:: The data ::

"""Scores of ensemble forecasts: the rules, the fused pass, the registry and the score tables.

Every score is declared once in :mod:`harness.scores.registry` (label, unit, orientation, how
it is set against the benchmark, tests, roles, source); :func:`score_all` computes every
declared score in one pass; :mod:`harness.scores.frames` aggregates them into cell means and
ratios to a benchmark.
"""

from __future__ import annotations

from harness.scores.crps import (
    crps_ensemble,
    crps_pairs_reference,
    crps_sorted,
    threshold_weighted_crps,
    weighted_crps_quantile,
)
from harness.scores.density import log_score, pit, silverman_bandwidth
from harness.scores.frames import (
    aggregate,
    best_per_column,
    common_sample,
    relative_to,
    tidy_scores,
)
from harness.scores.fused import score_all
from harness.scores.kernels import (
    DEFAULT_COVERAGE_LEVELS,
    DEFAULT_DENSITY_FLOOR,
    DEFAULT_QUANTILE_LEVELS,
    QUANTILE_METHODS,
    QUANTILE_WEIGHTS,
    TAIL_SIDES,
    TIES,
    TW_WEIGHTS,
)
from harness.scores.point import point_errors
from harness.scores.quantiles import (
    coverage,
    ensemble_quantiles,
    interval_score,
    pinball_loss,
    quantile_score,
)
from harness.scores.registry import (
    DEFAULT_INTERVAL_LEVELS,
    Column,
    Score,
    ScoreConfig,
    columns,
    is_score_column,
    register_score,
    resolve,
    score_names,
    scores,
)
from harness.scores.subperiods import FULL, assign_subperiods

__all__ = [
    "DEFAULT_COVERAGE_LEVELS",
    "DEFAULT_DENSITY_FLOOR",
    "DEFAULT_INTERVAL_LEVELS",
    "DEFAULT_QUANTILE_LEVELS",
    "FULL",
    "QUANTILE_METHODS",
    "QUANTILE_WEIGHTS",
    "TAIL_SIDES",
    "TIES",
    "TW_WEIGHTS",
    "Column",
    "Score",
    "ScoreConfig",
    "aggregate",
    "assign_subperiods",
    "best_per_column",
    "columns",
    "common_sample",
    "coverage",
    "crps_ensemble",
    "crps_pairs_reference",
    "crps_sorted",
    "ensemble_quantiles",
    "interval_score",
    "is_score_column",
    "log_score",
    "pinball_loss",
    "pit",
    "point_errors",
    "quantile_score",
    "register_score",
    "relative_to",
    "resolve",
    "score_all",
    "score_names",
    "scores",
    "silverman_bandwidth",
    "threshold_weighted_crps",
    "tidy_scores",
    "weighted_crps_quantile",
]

:: About this task ::
Go through the preceding material and copy each line that has the word "benchmark".

:: Solved exercise ::
it is set against the benchmark, tests, roles, source); :func:`score_all` computes every
ratios to a benchmark.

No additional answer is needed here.